Ditto on the easy factor. I had held off trying to donate any of my BAT, since the last word I had heard on the topic was a recommendation we hoard it while the site's eligibility for various sorts of BAT-related donations was unclear.

I'm trying to get my boomer ass in gear WRT understanding and managing crypto, but I don't see anything worth doing with my BAT except sending it to the Farms. Feeders have to eat too.


----------



## HomerSimpson (Mar 10, 2020)

Before I had brave, I was fat, ugly, and no women would touch me. Now I have brave.

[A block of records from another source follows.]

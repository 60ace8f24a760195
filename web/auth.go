package web

import (
	"errors"
	"log/slog"
	"net/http"
	"net/url"
	"strings"
	"time"

	"kelvard/store"
)

// signinPage is the sign-in form's data.
type signinPage struct {
	CSRF  string
	Next  string
	Error string
}

// signinForm shows the sign-in form. A pre-session cookie holds a random
// nonce the form token is bound to, so a form posted from elsewhere (login
// CSRF) is refused.
func (h *Handler) signinForm(w http.ResponseWriter, r *http.Request) {
	if _, _, err := h.authenticate(r); err == nil {
		http.Redirect(w, r, localPath(r.URL.Query().Get("next"), "/fleet"), http.StatusSeeOther)
		return
	}
	h.showSignin(w, r, http.StatusOK, "")
}

func (h *Handler) showSignin(w http.ResponseWriter, r *http.Request, status int, msg string) {
	nonce := ""
	if c, err := r.Cookie(signinCookie); err == nil && len(c.Value) >= 16 && len(c.Value) <= 64 {
		nonce = c.Value
	} else {
		var err error
		if nonce, err = randomString(18); err != nil {
			h.serverError(w, r, err)
			return
		}
		h.setCookie(w, r, signinCookie, nonce, time.Hour)
	}
	next := r.URL.Query().Get("next")
	if r.Method == http.MethodPost {
		next = r.PostForm.Get("next")
	}
	h.render(w, r, status, "signin", "Sign in", "", signinPage{CSRF: signinCSRF(h.cfg.SessionKey, nonce), Next: localPath(next, ""), Error: msg})
}

// signin checks the token typed into the form and starts a session.
func (h *Handler) signin(w http.ResponseWriter, r *http.Request) {
	r.Body = http.MaxBytesReader(w, r.Body, 16<<10)
	if err := r.ParseForm(); err != nil {
		h.errorPage(w, r, http.StatusBadRequest, "The form could not be read.")
		return
	}
	c, err := r.Cookie(signinCookie)
	if err != nil || !sameToken(r.PostForm.Get("csrf"), signinCSRF(h.cfg.SessionKey, c.Value)) {
		h.showSignin(w, r, http.StatusForbidden, "The sign-in form had expired. It has been renewed: please enter your token again.")
		return
	}
	secret := strings.TrimSpace(r.PostForm.Get("token"))
	if secret == "" {
		h.showSignin(w, r, http.StatusUnprocessableEntity, "Enter your token.")
		return
	}
	t, err := h.st.Authenticate(r.Context(), secret)
	if errors.Is(err, store.ErrUnauthenticated) {
		h.showSignin(w, r, http.StatusUnauthorized, "That token is unknown, expired or revoked.")
		return
	}
	if err != nil {
		h.serverError(w, r, err)
		return
	}
	value, err := newSessionValue(h.cfg.SessionKey, t.ID, t.Hash, h.st.Now(), h.cfg.SessionTTL)
	if err != nil {
		h.serverError(w, r, err)
		return
	}
	h.setCookie(w, r, h.sessionCookieName(r), value, h.cfg.SessionTTL)
	h.setCookie(w, r, signinCookie, "", -1)
	http.Redirect(w, r, localPath(r.PostForm.Get("next"), "/fleet"), http.StatusSeeOther)
}

// signout ends the session: it clears the cookie in this browser and
// marks the token so that every page session it opened so far, a copied
// cookie included, is refused on every replica (store.EndSessions).
//
// The cookie is cleared first, so this browser is signed out even when the
// database cannot be reached; the error page then tells the reader that
// the other sessions could not be ended.
func (h *Handler) signout(w http.ResponseWriter, r *http.Request) {
	h.setCookie(w, r, h.sessionCookieName(r), "", -1)
	if v := viewerFrom(r.Context()); v != nil {
		// Clearing the cookie is not enough: a copy of it would still be
		// good until it expires.
		if err := h.st.EndSessions(r.Context(), v.Token.ID); err != nil {
			h.log.ErrorContext(r.Context(), "end sessions", slog.Int64("token", v.Token.ID), slog.Any("err", err))
			h.errorPage(w, r, http.StatusServiceUnavailable,
				"You are signed out in this browser, but the server could not end this token's other sessions. "+
					"Sign in and out again once the server answers, or revoke the token.")
			return
		}
	}
	http.Redirect(w, r, "/signin", http.StatusSeeOther)
}

// settingsPage is the settings form's data.
type settingsPage struct {
	Back string
}

func (h *Handler) settings(w http.ResponseWriter, r *http.Request) {
	h.render(w, r, http.StatusOK, "settings", "Settings", "settings", settingsPage{Back: localPath(r.URL.Query().Get("back"), "")})
}

// saveSettings keeps the display units in a cookie for a year.
func (h *Handler) saveSettings(w http.ResponseWriter, r *http.Request) {
	units := r.PostForm.Get("units")
	if units != "si" && units != "imperial" {
		h.errorPage(w, r, http.StatusUnprocessableEntity, "Choose SI or imperial units.")
		return
	}
	h.setCookie(w, r, unitsCookie, units, 365*24*time.Hour)
	back := localPath(r.PostForm.Get("back"), "/settings")
	http.Redirect(w, r, withQuery(back, "done", "units"), http.StatusSeeOther)
}

// withQuery sets key=value in a local address's query (replacing any
// earlier value), keeping its fragment.
func withQuery(p, key, value string) string {
	u, err := url.Parse(p)
	if err != nil {
		return p
	}
	q := u.Query()
	q.Set(key, value)
	u.RawQuery = q.Encode()
	return u.String()
}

If anyone hasn't figured it out yet, you can go into the BAT wallet by clicking the triangle, going into settings, going into ad details, and increasing the amount of ads you can view to increase your earning speed of BAT.


----------



## Adam The Ticket Seller (Mar 10, 2020)

I haven't been paying much attention to FireFox recently, can anyone inform me on how they're shit? (both for politics and browser)


----------



## AnOminous (Mar 10, 2020)

Adam The Ticket Seller said:


> I haven't been paying much attention to FireFox recently, can anyone inform me on how they're shit? (both for politics and browser)






Among other things.  

As for politics firing Brendan Eich, although the browser itself has been deteriorating visibly since its peak in 2008 or so.  It's bloated as hell and slow and clunky, at least for what I usually do (lots and lots of tabs), and doesn't have dominance in plugins and extensions either.  Chromium beats the shit out of it in every way and even garbage like Microsoft Edge has overtaken it.


----------



## Kosher Salt (Mar 10, 2020)

AnOminous said:


> View attachment 1181469
> 
> Among other things.
> 
> As for politics firing Brendan Eich, although the browser itself has been deteriorating visibly since its peak in 2008 or so.  It's bloated as hell and slow and clunky, at least for what I usually do (lots and lots of tabs), and doesn't have dominance in plugins and extensions either.  Chromium beats the shit out of it in every way and even garbage like Microsoft Edge has overtaken it.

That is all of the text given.